How much do you need to save for retirement to maintain your pre-retirement lifestyle?
It's an easier question to ask than to answer because there are a multitude of factors that can affect what the right answer to the question will be for you. And that assumes that whatever answer you come up with turns out to be the right answer!
Still that doesn't stop people from asking and firms offering their retirement planning services from attempting to answer in the simplest ways they can.
The latest firm to do so is Fidelity, where they've developed the concept of using age-based savings factors to help you determine if you've saved enough at various points of your life. For the simplest estimate, all you need to get started is find the appropriate savings factor that applies for your age, multiply it by your annual income, then see how the balance of your retirement savings account compares to it. The following chart is one that they have provided for that simple math.
Seems pretty simple, right? And to be fair, the math involved is pretty simple. In the following chart, we've started with the median income earned by a typical American between the ages of 25 and 29 in 2016, then showed the inflation-adjusted savings that such an individual would have to accumulated at different points throughout their life to meet Fidelity's savings targets. The income trajectory shown for the individual is also one that Fidelity assumes, which we've listed along with a number of additional assumptions Fidelity is making....

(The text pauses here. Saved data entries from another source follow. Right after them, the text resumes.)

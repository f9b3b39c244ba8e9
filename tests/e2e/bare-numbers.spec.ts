/**
 * One rule in every view, checked in Chromium: a bare number is in the unit the field shows. In
 * the planner, 30 typed where "10 mm" stood is 30 mm, and 5 in a heat-flux field shown in W/cm² is
 * 5 W/cm² — as in the converter and the locate view.
 */
import { expect, test } from '@playwright/test';
import { guardEveryPage } from './page-guard';

guardEveryPage();

test('planner: a bare number is in the unit the field shows', async ({ page }) => {
  await page.goto('./');
  await page.getByRole('tab', { name: 'Plan a measurement' }).click();
  // The box holds the number; the unit it is in stands beside it (src/ui/fields/QuantityField.tsx).
  const unitBeside = (box: typeof distance) => box.locator('xpath=following-sibling::*[1]');
  const distance = page.getByRole('textbox', { name: 'Sensor 1 distance', exact: true });
  await expect(distance).toHaveValue('10');
  await expect(unitBeside(distance)).toHaveText('mm');
  await distance.fill('30');
  await distance.press('Tab');
  await expect(distance).toHaveValue('30');
  await expect(unitBeside(distance)).toHaveText('mm');

  const flux = page.getByRole('textbox', { name: 'Peak heat flux' });
  await expect(unitBeside(flux)).toHaveText('W/cm²');
  await flux.fill('5');
  await flux.press('Tab');
  await expect(flux).toHaveValue('5');
  await expect(unitBeside(flux)).toHaveText('W/cm²');
  // The plan itself holds SI (as autosaved): 0.03 m and 50000 W/m².
  await expect
    .poll(() =>
      page.evaluate(() => {
        const key = Object.keys(localStorage).find((k) => k.startsWith('sekundo.autosave.')) ?? '';
        const record = JSON.parse(localStorage.getItem(key) ?? '{}') as { plan?: string };
        const p = JSON.parse(record.plan ?? '{}') as { sensors?: { distance_m?: number }[]; heater?: { flux_W_m2?: number } };
        return [p.sensors?.[0]?.distance_m, p.heater?.flux_W_m2];
      }),
    )
    .toEqual([0.03, 50000]);
});
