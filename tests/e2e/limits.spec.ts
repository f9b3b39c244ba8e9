/**
 * The worst cases of the documented limits in Chromium: a plan with 64 sensors, 16 reflecting
 * planes at echo order 12 and a 10 000-point custom pulse opens without freezing (the page says it
 * computes up to 400 arrivals as you type and shows no results for it), its 10 000 points are
 * shown a page at a time, and 500 located sensors are too; typing stays answered. Keystroke times
 * (Event Timing API) are measured by tests/bench/keystroke-limits.browser.ts; here the bound is a
 * loose one a shared test machine keeps (the issue measured 1.6 s and 3.7 s per keystroke).
 */
import { readFileSync } from 'node:fs';
import { expect, test } from '@playwright/test';
import { keystrokeTimes } from '../bench/keystroke-limits.browser';
import { limitCases, locateCsv } from '../support/limit-plans';
import { guardEveryPage } from './page-guard';

guardEveryPage();
const LOOSE_BOUND_MS = 1000;

test('all planner limits together: opens, says what it computes, pages the points, answers keys', async ({ page }) => {
  test.setTimeout(180_000);
  const worst = limitCases(JSON.parse(readFileSync('public/demo-plan.json', 'utf8'))).at(-1);
  if (!worst) throw new Error('no limit cases');
  await page.addInitScript(([plan]) => localStorage.setItem('sekundo.autosave', plan as string), [worst.planText]);
  await page.goto('./');
  await page.getByRole('tab', { name: 'Plan a measurement' }).click();
  await expect(page.locator('.plan-problem')).toContainText(/This plan has 64 sensors × \d+ echo paths/);
  await expect(page.locator('.plan-problem')).toContainText('the page computes up to 400 as you type');
  await expect(page.getByRole('navigation', { name: 'Pages of points' })).toContainText('points 1–50 of 10000');
  await expect(page.locator('.pulse-points__table tbody tr')).toHaveCount(50);
  const times = await keystrokeTimes(page, page.getByRole('textbox', { name: 'Plan name' }));
  expect(Math.max(...times)).toBeLessThan(LOOSE_BOUND_MS);
  await page.getByRole('button', { name: 'Later points' }).click();
  await expect(page.getByRole('textbox', { name: 'Point 51 time' })).toBeVisible();
});

test('500 located sensors: a page of rows, keys answered', async ({ page }) => {
  test.setTimeout(180_000);
  await page.goto('./');
  await page.getByRole('tab', { name: 'Locate a source' }).click();
  await page.getByLabel('Open sensor CSV').setInputFiles({ name: 'frame-500.csv', mimeType: 'text/csv', buffer: Buffer.from(locateCsv(500)) });
  await expect(page.getByText('sensors 1–50 of 500').first()).toBeVisible({ timeout: 60_000 });
  await expect(page.locator('.locate-sensors-table tbody tr')).toHaveCount(50);
  const times = await keystrokeTimes(page, page.getByRole('textbox', { name: 'Arrival at S1 (ms)' }));
  expect(Math.max(...times)).toBeLessThan(LOOSE_BOUND_MS);
});
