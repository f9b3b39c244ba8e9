import { expect, test } from '@playwright/test';

/**
 * For every test of the enclosing describe block: records each request the page makes and every
 * page error or console error (a Content-Security-Policy refusal among them), and afterwards fails the test if a request left 127.0.0.1 (data:
 * and blob: URLs stay in the page) or the page reported an error. Returns the request log, which
 * a test may read too.
 */
export function guardEveryPage(): { requests: string[] } {
  const requests: string[] = [];
  const problems: string[] = [];
  test.beforeEach(async ({ page }) => {
    requests.length = 0;
    problems.length = 0;
    page.on('request', (request) => requests.push(request.url()));
    page.on('pageerror', (error) => problems.push(`page error: ${error.message}`));
    page.on('console', (message) => {
      if (message.type() === 'error') problems.push(`console: ${message.text()}`);
    });
  });
  test.afterEach(() => {
    const outside = requests.filter((url) => {
      const { protocol, hostname } = new URL(url);
      return !(protocol === 'data:' || protocol === 'blob:' || hostname === '127.0.0.1');
    });
    expect(outside, 'no request may leave 127.0.0.1').toEqual([]);
    expect(problems).toEqual([]);
  });
  return { requests };
}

Will all those assumptions apply to you? Maybe yes, maybe no. Just for fun, we decided to play with just one of those assumptions, where instead of Fidelity's assumed 1.5% annual inflation-adjusted raise, we wondered how differently the chart would look if the individual to whom it applied was simply earning 2016's median income for the indicated age. After all, since it is the median, 50% of Americans have annual incomes above that level and 50% of Americans have annual incomes below it, so that particular income trajectory might be considered to be more representative of what a typical lifetime income trajectory for an American randomly plucked from the population at large might have, so here that chart is.
It's quite a lot different from Fidelity's assumed lifetime of annual faster-than-the-rate-of-inflation raises. So the real question is which chart better represents the kind of pre-retirement lifestyle that an American looking to retire would want or be able to maintain?
We'll leave other questions that might come up about Fidelity's assumptions, such as "can someone with this income really afford to set aside 15% of their annual income for their retirement at Age 67?", as an exercise for our readers!